The financial statements are prepared and presented under the historical cost convention, on accrual basis, in accordance with the Indian Generally Accepted Accounting Principles (GAAP), the accounting standards issued by the Institute of Chartered Accountants of India and the provisions of the Companies Act, 1956.

2. Recognition of Income & Expenditure:

Items of Income & Expenditure are recognized on accrual basis, as they are earned or incurred.

3. Use of Estimates :

The preparation of financial statements (in conformity with generally accepted accounting principles) requires the management to make estimations and assumptions that affect (i) the reported amount of assets and liabilities, (ii) the result of operations during and at the end of the reporting period, and (iii) the disclosures of contingent liabilities at the date of the financial statements. As these estimates are based on the managements best knowledge of events and actions at the relevant period of time, the actual results could differ from these estimates.

4. Fixed Assets and Depreciation:

a) Fixed assets are stated at cost of acquisition less accumulated depreciation.

b) Depreciation on fixed assets has been provided on Straight Line Method at the rates specified in Schedule XIV to the Companies Act, 1956.

c) Impairment of Assets :

The Company identifies impairable assets at the year-end in terms of para-5 to 13 of AS - 28 issued by ICAI for the purpose of arriving at impairment loss thereon; being the difference between the book value and recoverable value and impairment loss is recognised.

5. Investment:

The Long Term Investment has been valued at cost and the short Term Investment has been valued at cost or Market Price whichever is lower. Provision for diminution is made to recognize a decline, other than temporary, in the value of such investments.

6. Stock in Trade:

Stock in trades are valued at cost or market value whichever is lower on FIFO basis in case of listed securities and at cost in case of non-listed securities.
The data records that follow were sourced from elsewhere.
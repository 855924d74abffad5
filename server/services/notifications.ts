import { and, asc, eq, inArray, isNull, lt, or } from "drizzle-orm";
import type { NotificationMode } from "../../shared/schemas/review";
import { hmac, safeEqual } from "../auth/secrets";
import type { Db, DbOrTx } from "../db/client";
import { notificationPreferences, notifications, users } from "../db/schema";
import { badRequest } from "../http/errors";
import { sendQuietly, type Mailer } from "../mail/mailer";

/** What sending needs: the mailer, the address links start with, and the secret that signs unsubscribe links. */
export interface NotifyDeps {
  mailer: Mailer;
  publicUrl: string;
  secret: string;
}

export const NOTIFICATION_KINDS = ["invitation", "review_requested", "review_decision", "mention", "reply"] as const;
export type NotificationKind = (typeof NOTIFICATION_KINDS)[number];

export interface NotificationInput {
  userId: string;
  kind: NotificationKind;
  subject: string;
  /** The message without its link (the link and the footer are added when it is sent). */
  text: string;
  /** An in-app path ("/life-cycles/…?tab=review&thread=…"). */
  link: string;
}

/** The daily digest goes out at 07:00 UTC. */
export const DIGEST_CRON = "0 7 * * *";
export const DIGEST_QUEUE = "notification-digest";
/** An immediate message that could not be sent is tried again by the next digest run after this long. */
const IMMEDIATE_RETRY_MS = 5 * 60_000;

export async function notificationMode(db: DbOrTx, userId: string): Promise<NotificationMode> {
  const [row] = await db.select({ mode: notificationPreferences.mode }).from(notificationPreferences).where(eq(notificationPreferences.userId, userId));
  return row?.mode ?? "immediate";
}

export async function setNotificationMode(db: DbOrTx, userId: string, mode: NotificationMode): Promise<{ mode: NotificationMode }> {
  await db
    .insert(notificationPreferences)
    .values({ userId, mode })
    .onConflictDoUpdate({ target: notificationPreferences.userId, set: { mode, updatedAt: new Date() } });
  return { mode };
}

/**
 * Writes notifications into the outbox in the caller's transaction (so a
 * rolled-back change notifies nobody). People who turned e-mail off get
 * nothing. Returns the ids to send right after the commit.
 */
export async function queueNotifications(tx: DbOrTx, items: NotificationInput[]): Promise<number[]> {
  const immediate: number[] = [];
  const seen = new Set<string>();
  for (const item of items) {
    // One message per person and change, the first (most specific) kind wins.
    if (seen.has(item.userId)) continue;
    seen.add(item.userId);
    const mode = await notificationMode(tx, item.userId);
    if (mode === "off") continue;
    const [row] = await tx.insert(notifications).values({ ...item, mode }).returning({ id: notifications.id });
    if (mode === "immediate") immediate.push(row!.id);
  }
  return immediate;
}

/** `userId.signature`: lets the holder of an e-mail stop that person's e-mail without signing in. */
export function unsubscribeToken(secret: string, userId: string): string {
  return `${userId}.${hmac(secret, `unsubscribe:${userId}`)}`;
}

export function unsubscribeUrl(deps: Pick<NotifyDeps, "publicUrl" | "secret">, userId: string): string {
  return `${deps.publicUrl}/unsubscribe?token=${encodeURIComponent(unsubscribeToken(deps.secret, userId))}`;
}

/** Turns e-mail off for the person the signed token names. */
export async function unsubscribe(db: Db, secret: string, token: string): Promise<{ email: string; mode: NotificationMode }> {
  const [userId, signature] = token.split(".");
  const bad = () => badRequest("This unsubscribe link is not valid: it may be cut short. Open Settings to change your e-mail instead.", [{ path: "token", message: "Not a valid unsubscribe token." }]);
  if (!userId || !signature || !safeEqual(signature, hmac(secret, `unsubscribe:${userId}`))) throw bad();
  const [user] = await db.select({ email: users.email }).from(users).where(eq(users.id, userId));
  if (!user) throw bad();
  await setNotificationMode(db, userId, "off");
  return { email: user.email, mode: "off" };
}

function footer(deps: NotifyDeps, userId: string, mode: NotificationMode): string {
  return [
    "-- ",
    mode === "digest" ? "You get Stagewright's news once a day in a digest." : "You get Stagewright's news by e-mail as it happens.",
    `Change that in Settings: ${deps.publicUrl}/settings`,
    `Stop notification e-mails (no sign-in needed): ${unsubscribeUrl(deps, userId)}`,
  ].join("\n");
}

type Row = typeof notifications.$inferSelect & { email: string };

async function rowsWithEmail(db: DbOrTx, where: ReturnType<typeof and>): Promise<Row[]> {
  const rows = await db.select({ n: notifications, email: users.email }).from(notifications).innerJoin(users, eq(users.id, notifications.userId)).where(where).orderBy(asc(notifications.id));
  return rows.map((r) => ({ ...r.n, email: r.email }));
}

async function sendOne(db: DbOrTx, deps: NotifyDeps, row: Row): Promise<boolean> {
  const ok = await sendQuietly(deps.mailer, {
    to: row.email,
    subject: row.subject,
    text: `${row.text}\n\nOpen it in Stagewright: ${deps.publicUrl}${row.link}\n\n${footer(deps, row.userId, "immediate")}`,
  });
  if (ok) await db.update(notifications).set({ sentAt: new Date() }).where(eq(notifications.id, row.id));
  return ok;
}

/** Sends the immediate notifications with these ids (after their transaction committed). Never throws. */
export async function deliverNow(db: Db, deps: NotifyDeps, ids: number[]): Promise<void> {
  if (ids.length === 0) return;
  try {
    const rows = await rowsWithEmail(db, and(inArray(notifications.id, ids), isNull(notifications.sentAt)));
    for (const row of rows) await sendOne(db, deps, row);
  } catch (err) {
    console.warn(`Could not send notifications: ${(err as Error).message}`);
  }
}

/**
 * The daily digest: one e-mail per person with every notification waiting
 * for them, each with its link; also retries immediate ones that failed.
 */
export async function sendDigests(db: Db, deps: NotifyDeps, now = new Date()): Promise<{ digests: number; items: number; retried: number }> {
  const pending = await rowsWithEmail(db, and(isNull(notifications.sentAt), or(eq(notifications.mode, "digest"), and(eq(notifications.mode, "immediate"), lt(notifications.createdAt, new Date(now.getTime() - IMMEDIATE_RETRY_MS))))));
  let retried = 0;
  const byUser = new Map<string, Row[]>();
  for (const row of pending) {
    if (row.mode === "immediate") {
      if (await sendOne(db, deps, row)) retried++;
      continue;
    }
    byUser.set(row.userId, [...(byUser.get(row.userId) ?? []), row]);
  }
  let digests = 0;
  let items = 0;
  for (const [userId, rows] of byUser) {
    // Someone who switched to "off" since gets nothing; the rows stay unsent.
    if ((await notificationMode(db, userId)) === "off") continue;
    const text = [
      `Your Stagewright digest: ${rows.length} ${rows.length === 1 ? "thing" : "things"} since the last one.`,
      "",
      ...rows.flatMap((r, i) => [`${i + 1}. ${r.subject}`, ...r.text.split("\n").map((l) => (l ? `   ${l}` : "")), `   Open it: ${deps.publicUrl}${r.link}`, ""]),
      footer(deps, userId, "digest"),
    ].join("\n");
    const ok = await sendQuietly(deps.mailer, { to: rows[0]!.email, subject: `Stagewright daily digest: ${rows.length} ${rows.length === 1 ? "update" : "updates"}`, text });
    if (!ok) continue;
    await db.update(notifications).set({ sentAt: now }).where(inArray(notifications.id, rows.map((r) => r.id)));
    digests++;
    items += rows.length;
  }
  return { digests, items, retried };
}

/** Runs a change and writes its notifications in one transaction; sends the immediate e-mails after the commit. */
export async function withNotifications<T>(db: Db, deps: NotifyDeps, work: (tx: DbOrTx) => Promise<{ result: T; notices: NotificationInput[] }>): Promise<T> {
  const { result, ids } = await db.transaction(async (tx) => {
    const { result, notices } = await work(tx);
    return { result, ids: await queueNotifications(tx, notices) };
  });
  await deliverNow(db, deps, ids);
  return result;
}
7. Futures and Option Contract

In respect of futures and option contracts gain/losses on settlement are recognized on settlement dates for the completed contracts. In respect of open contracts of futures and options at the end of the year, the losses are provided in the books at the end of the year, but profit is booked on realization by following global approach. (as per the terms of Guidance Note of the Institute of Chartered Accountants of India.)

8. Provision for Current tax and Deferred tax :

a) Provision for current tax is made and retained in the accounts on the basis of estimated tax liability as per applicable provisions of the Income Tax Act, 1961 and considering assessment orders and decision of appellate authorities.
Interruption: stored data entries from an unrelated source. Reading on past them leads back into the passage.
import { and, eq, gt, isNull } from "drizzle-orm";
import type { SignUp } from "../../shared/schemas/auth";
import type { SessionUser } from "../auth/types";
import { hashPassword, newSecret, sha256 } from "../auth/secrets";
import type { Db } from "../db/client";
import { signUpRequests, users } from "../db/schema";
import { badRequest } from "../http/errors";
import type { Mailer } from "../mail/mailer";
import { sendQuietly } from "../mail/mailer";
import { acceptInvitation, acceptInvitationById, openInvitationByToken } from "./invitations";
import { insertUser } from "./users";

export const SIGN_UP_HOURS = 24;

export type SignUpDone = { user: SessionUser; joinedStudyId?: string };

/** What sign-up answers whenever it e-mails a link, whether or not the address already has an account. */
export const signUpPendingMessage = (email: string) =>
  `Check your inbox: we sent a message to ${email}. Open its link to finish creating your account (it works once, for ${SIGN_UP_HOURS} hours).`;

/**
 * Sign-up without user enumeration. The answer is the same for a new and a
 * registered address: a new one gets a link that creates the account, a
 * registered one a note telling its owner to sign in or reset the password.
 * The one exception proves mailbox ownership already: an invitation link sent
 * to the very address signed up with creates the account at once (returned).
 */
export async function requestSignUp(db: Db, deps: { mailer: Mailer; publicUrl: string }, input: SignUp): Promise<SignUpDone | null> {
  // Hash first on every path, so both answers take about the same time.
  const passwordHash = await hashPassword(input.password);
  const invitation = input.invitationToken ? await openInvitationByToken(db, input.invitationToken) : null;
  if (invitation && input.invitationToken && invitation.email === input.email) {
    const token = input.invitationToken;
    return db.transaction(async (tx) => {
      const user = await insertUser(tx, { name: input.name, email: input.email, passwordHash });
      const joined = await acceptInvitation(tx, token, user);
      return { user, joinedStudyId: joined.studyId };
    });
  }
  const [existing] = await db.select({ name: users.name }).from(users).where(eq(users.email, input.email));
  if (existing) {
    await sendQuietly(deps.mailer, {
      to: input.email,
      subject: "You already have a Stagewright account",
      text: [
        `Hello ${existing.name},`,
        "",
        "Someone (we hope you) tried to create a new Stagewright account with this e-mail address, but it already has one. Nothing was changed.",
        "",
        `Sign in: ${deps.publicUrl}/sign-in`,
        `Forgot your password? ${deps.publicUrl}/forgot-password`,
        ...(invitation ? ["", "To join the Study you were invited to, sign in and open the invitation link again."] : []),
        "",
        "If this was not you, you can ignore this message.",
      ].join("\n"),
    });
    return null;
  }
  const token = newSecret();
  await db.insert(signUpRequests).values({
    email: input.email,
    name: input.name,
    passwordHash,
    tokenHash: sha256(token),
    invitationId: invitation?.id ?? null,
    expiresAt: new Date(Date.now() + SIGN_UP_HOURS * 3_600_000),
  });
  await sendQuietly(deps.mailer, {
    to: input.email,
    subject: "Finish creating your Stagewright account",
    text: [
      `Hello ${input.name},`,
      "",
      `Open this link to finish creating your Stagewright account (it works once, for ${SIGN_UP_HOURS} hours):`,
      `${deps.publicUrl}/sign-up/confirm?token=${token}`,
      "",
      "If you did not ask for an account, ignore this message: nothing is created without the link.",
    ].join("\n"),
  });
  return null;
}

/** Opens an e-mailed sign-up link: creates the account (and joins the invited Study, if that invitation is still open). */
export async function confirmSignUp(db: Db, token: string): Promise<SignUpDone> {
  return db.transaction(async (tx) => {
    const [row] = await tx
      .update(signUpRequests)
      .set({ usedAt: new Date() })
      .where(and(eq(signUpRequests.tokenHash, sha256(token)), isNull(signUpRequests.usedAt), gt(signUpRequests.expiresAt, new Date())))
      .returning();
    if (!row) {
      throw badRequest("This sign-up link is not valid any more: it may have expired or been used. Sign up again, or sign in if your account exists.", [
        { path: "token", message: "Expired or already used." },
      ]);
    }
    const user = await insertUser(tx, { name: row.name, email: row.email, passwordHash: row.passwordHash });
    // Other links sent to the same address stop working.
    await tx.update(signUpRequests).set({ usedAt: new Date() }).where(and(eq(signUpRequests.email, row.email), isNull(signUpRequests.usedAt)));
    const joined = row.invitationId ? await acceptInvitationById(tx, row.invitationId, user) : null;
    return { user, ...(joined ? { joinedStudyId: joined.studyId } : {}) };
  });
}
b) Deferred tax is recognized subject to the consideration of prudence, on time difference being the difference between taxable income and accounting income that originate in one period and capable of reversal in one or more subsequent periods in due cognizance of AS - 22 issued by ICA1.

9. Earning per share :

The earning considered in ascertaining the Companys EPS comprises the Net Profit after Tax and includes the Post Tax effect of any extraordinary items. The Number of Shares used in computing basic EPS is the weighted average number of shares outstanding during the year.
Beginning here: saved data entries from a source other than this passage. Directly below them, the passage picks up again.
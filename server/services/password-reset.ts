import { and, eq, gt, isNull } from "drizzle-orm";
import { newSecret, sha256 } from "../auth/secrets";
import type { Db } from "../db/client";
import { passwordResets, users } from "../db/schema";
import { badRequest } from "../http/errors";
import type { Mailer } from "../mail/mailer";
import { sendQuietly } from "../mail/mailer";
import { setPassword } from "./users";

export const RESET_MINUTES = 30;

/** Sends a single-use link when the address is registered; says nothing either way. */
export async function requestPasswordReset(db: Db, deps: { mailer: Mailer; publicUrl: string }, email: string): Promise<void> {
  const [user] = await db.select().from(users).where(eq(users.email, email));
  if (!user) return;
  const token = newSecret();
  await db.insert(passwordResets).values({ userId: user.id, tokenHash: sha256(token), expiresAt: new Date(Date.now() + RESET_MINUTES * 60_000) });
  await sendQuietly(deps.mailer, {
    to: user.email,
    subject: "Reset your Stagewright password",
    text: [
      `Hello ${user.name},`,
      "",
      `Someone (we hope you) asked to reset the password of your Stagewright account. This link works once, for ${RESET_MINUTES} minutes:`,
      `${deps.publicUrl}/reset-password?token=${token}`,
      "",
      "If you did not ask for this, ignore this message: your password stays as it is.",
    ].join("\n"),
  });
}

export async function confirmPasswordReset(db: Db, token: string, password: string): Promise<void> {
  await db.transaction(async (tx) => {
    const [row] = await tx
      .update(passwordResets)
      .set({ usedAt: new Date() })
      .where(and(eq(passwordResets.tokenHash, sha256(token)), isNull(passwordResets.usedAt), gt(passwordResets.expiresAt, new Date())))
      .returning();
    if (!row) throw badRequest("This reset link is not valid any more: it may have expired or been used. Ask for a new one.", [{ path: "token", message: "Expired or already used." }]);
    await setPassword(tx, row.userId, password);
    // Any other outstanding links for this account stop working too.
    await tx.update(passwordResets).set({ usedAt: new Date() }).where(and(eq(passwordResets.userId, row.userId), isNull(passwordResets.usedAt)));
  });
}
10. Exchange Fluctuation :

Foreign currency assets / liabilities are translated in rupees at the rate ruling at the year end and the exchange difference arising on such transactions is dealt with in the Profit & Loss Account.

11. Retirement Benefits: i) Gratuity :

The liability for gratuity are provided for in accordance with actuarial valuation. ii) Leave Encashment :

Provision for Leave encashment is made on accrual basis on estimates as at the year end and is charged to Profit & Loss Account.

12. Contingent Liability :

Contingent Liabilities are not provided for in the accounts, but are disclosed in the Notes, if any.